15.3.3 Neurotransmitter Circuitry Underlying Decision Making

Animals are constantly confronted by challenges and opportunities in their social environment in which they must make adaptive decisions to ultimately maximize their fitness. Before responding to a social stimulus with a behavioral output, animals must first evaluate the salience of a stimulus. The neural circuit in which this evaluation takes place is thought to be the mesolimbic dopamine system (Deco & Rolls, 2005; Wickens et al., 2007; Wise, 2005), with a key role for dopaminergic projections from the ventral tegmental area of the mammalian midbrain to the forebrain. In mammals, dopaminergic projections from the ventral tegmental area to the nucleus accumbens encode both rewarding and aversive stimuli while projections to the prefrontal cortex encode aversive stimuli selectively (Lammel, Ion, Roeper, & Malenka, 2011). The neuroanatomical components of the dopamine reward circuitry seem to be conserved across vertebrates (O’Connell & Hofmann, 2011a), which is not surprising given its crucial role in evaluating stimuli in many species.

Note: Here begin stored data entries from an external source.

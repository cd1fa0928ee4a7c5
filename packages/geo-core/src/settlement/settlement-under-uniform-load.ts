import type { SoilProfile } from '../profile/soil-profile.types.js';
import { settlementTimeCurve } from '../time-rate/settlement-time-curve.js';
import { timeForPrimaryShare } from '../time-rate/time-for-primary-share.js';
import { consolidatingLayersOf } from './consolidating-layers-of.js';
import { prepareSettlementModel } from './prepare-settlement-model.js';
import { primaryForSublayer, secondaryForSublayer } from './settlement-at-point.js';
import { SETTLEMENT_CAUTION } from './settlement-caution.js';
import type { LayerParametersUsed, SublayerSettlementRow } from './settlement-check.types.js';

/** A load wide enough, against the depth of the compressible layers, to stress them one-dimensionally. */
export interface UniformLoadSettlementInput {
  readonly profile: SoilProfile;
  /** The vertical stress increase, kPa (> 0), the same at every depth below ground level. */
  readonly stressIncreaseKpa: number;
  readonly options?: {
    /** Sublayers per compressible layer; give this or sublayerMaxThicknessM (default: at most 0.5 m). */
    readonly sublayerCount?: number;
    readonly sublayerMaxThicknessM?: number;
    /** Years after loading for secondary compression; default 50. */
    readonly designLifeYears?: number;
    /** Share of primary consolidation taken as its end (fraction); default 0.95. */
    readonly endOfPrimaryShare?: number;
    /** Times for the settlement–time curve, years; default 41 points from 0.01 to 100 years on log t. */
    readonly timesYears?: readonly number[];
  };
}

/** The settlement of the ground surface under the uniform load. */
export interface UniformLoadSettlementResult {
  readonly method: {
    readonly stressIncreaseKpa: number;
    readonly sublayerSpacing: { readonly count: number } | { readonly maxThicknessM: number };
    readonly designLifeYears: number;
    readonly endOfPrimaryShare: number;
    readonly notes: readonly string[];
  };
  readonly layers: readonly LayerParametersUsed[];
  readonly primaryM: number;
  readonly secondaryM: number;
  readonly totalM: number;
  readonly sublayers: readonly SublayerSettlementRow[];
  readonly primaryByLayer: ReadonlyArray<{ readonly layerIndex: number; readonly primarySettlementM: number }>;
  readonly timeCurve: ReadonlyArray<{ readonly timeYears: number; readonly settlementM: number }>;
  readonly timeTo50PercentYears: number | null;
  readonly timeTo90PercentYears: number | null;
  readonly warnings: readonly string[];
  readonly caution: string;
}

/**
 * One-dimensional consolidation settlement under a uniform stress increase — a fill or raft
 * much wider than the compressible layers are deep, or a check where Δσ is given directly —
 * summed over sublayers with σ′0 and σ′p at each mid-depth (Terzaghi's e–log σ′ in its three
 * cases, or mv·Δσ′·H), secondary compression over the design life from Cα, and the time rate
 * from Terzaghi's U(Tv) per layer on its own drainage path. No immediate settlement: under
 * one-dimensional loading the ground does not strain sideways.
 *
 * Source: Terzaghi (1943); Das, *Principles of Geotechnical Engineering*, ch. "Compressibility
 * of soil" (the settlement of a clay layer under a given Δσ).
 *
 * @param input profile, stress increase (kPa) and options
 * @returns the settlement, per-sublayer rows and the settlement–time curve, plain data
 * @throws RangeError('settlementUnderUniformLoad requires …') for a non-positive stress increase, an invalid profile or option
 * @example settlementUnderUniformLoad({ profile, stressIncreaseKpa: 200, options: { sublayerCount: 1 } }).primaryM // 0.513 for the clay of S1
 */
export function settlementUnderUniformLoad(input: UniformLoadSettlementInput): UniformLoadSettlementResult {
  const caller = 'settlementUnderUniformLoad';
  const options = input.options ?? {};
  const { stressIncreaseKpa } = input;
  if (!(stressIncreaseKpa > 0) || !Number.isFinite(stressIncreaseKpa)) throw new RangeError(`${caller} requires a finite stressIncreaseKpa > 0`);
  if (options.sublayerCount !== undefined && options.sublayerMaxThicknessM !== undefined) throw new RangeError(`${caller} requires either sublayerCount or sublayerMaxThicknessM, not both`);
  const spacing = options.sublayerCount !== undefined ? { count: options.sublayerCount } : { maxThicknessM: options.sublayerMaxThicknessM ?? 0.5 };
  const designLifeYears = options.designLifeYears ?? 50;
  const endOfPrimaryShare = options.endOfPrimaryShare ?? 0.95;
  if (!(designLifeYears > 0) || !Number.isFinite(designLifeYears)) throw new RangeError(`${caller} requires a finite designLifeYears > 0`);
  if (!(endOfPrimaryShare > 0 && endOfPrimaryShare < 1)) throw new RangeError(`${caller} requires endOfPrimaryShare strictly between 0 and 1`);
  const model = prepareSettlementModel(input.profile, spacing, endOfPrimaryShare, caller);
  let primaryM = 0;
  let secondaryM = 0;
  const primaryByLayer = new Map<number, number>();
  const sublayers = model.sublayers.map((sublayer): SublayerSettlementRow => {
    const primary = primaryForSublayer(sublayer, stressIncreaseKpa);
    const secondary = secondaryForSublayer(sublayer, primary.settlementM, primary.consolidationCase === 'overconsolidated-below', designLifeYears);
    primaryM += primary.settlementM;
    secondaryM += secondary ?? 0;
    primaryByLayer.set(sublayer.layerIndex, (primaryByLayer.get(sublayer.layerIndex) ?? 0) + primary.settlementM);
    return {
      layerIndex: sublayer.layerIndex,
      layerName: sublayer.layerName,
      topDepthM: sublayer.topDepthM,
      bottomDepthM: sublayer.bottomDepthM,
      midDepthM: sublayer.midDepthM,
      thicknessM: sublayer.thicknessM,
      initialEffectiveStressKpa: sublayer.initialEffectiveStressKpa,
      preconsolidationKpa: sublayer.preconsolidationKpa,
      ownStressIncreaseKpa: stressIncreaseKpa,
      neighboursStressIncreaseKpa: 0,
      stressIncreaseKpa,
      consolidationCase: primary.consolidationCase,
      primarySettlementM: primary.settlementM,
      secondarySettlementM: secondary,
    };
  });
  const consolidating = consolidatingLayersOf(model, primaryByLayer);
  const shareTime = (share: number) => (consolidating.length === 0 ? null : timeForPrimaryShare(consolidating, share).timeYears);
  return {
    method: {
      stressIncreaseKpa,
      sublayerSpacing: spacing,
      designLifeYears,
      endOfPrimaryShare,
      notes: [
        'One-dimensional loading: the same stress increase at every depth, as under a fill or raft much wider than the compressible layers are deep.',
        'Primary settlement per sublayer from Cc, Cs, e0 and σ′p at mid-depth (Terzaghi, e–log σ′), or from mv·Δσ′·H on a layer given mv and no Cc.',
        'No immediate settlement: the ground does not strain sideways under one-dimensional loading.',
        'Secondary compression from Cα over the design life, starting at the end of primary consolidation; Cα·Cs/Cc where a sublayer stays overconsolidated (Mesri & Godlewski 1977).',
      ],
    },
    layers: model.layers,
    primaryM,
    secondaryM,
    totalM: primaryM + secondaryM,
    sublayers,
    primaryByLayer: [...primaryByLayer].map(([layerIndex, primarySettlementM]) => ({ layerIndex, primarySettlementM })),
    timeCurve: settlementTimeCurve(consolidating, 0, options.timesYears).map((point) => ({ timeYears: point.timeYears, settlementM: point.settlementM })),
    timeTo50PercentYears: shareTime(0.5),
    timeTo90PercentYears: shareTime(0.9),
    warnings: model.warnings.filter((warning) => !warning.startsWith('No layer has both an elastic modulus')),
    caution: SETTLEMENT_CAUTION,
  };
}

Although dopamine is a key neurotransmitter for encoding the value of stimuli in vertebrates, octopamine (homologous to the vertebrate norepinephrine) plays a prominent role in arthropods (Barron, Sovik, & Cornish, 2010). Studies in honeybees show that an individual’s response to a reward (proboscis extension to sucrose) was reduced when injected with dopamine (Mercer & Menzel, 1982), whereas octopamine enhanced the proboscis response and could even substitute for sucrose presentation (Hammer & Menzel, 1998). This study highlights the opposite roles of dopamine and octopamine in arthropod behavior, recently confirmed in pharmacological manipulations of both the cricket Gryllus bimaculatus (Mizunami et al., 2009) and honeybee Apis mellifera (Farooqui, Robinson, Vaessin, & Smith, 2003; Vergoz, Roussel, Sandoz, & Giurfa, 2007) as well as genetic manipulations of the fruit fly Drosophila melanogaster (Schwaerzel et al., 2003), where the octopamine is necessary for reward learning and dopamine is necessary for aversive learning (reviewed in Barron et al., 2010).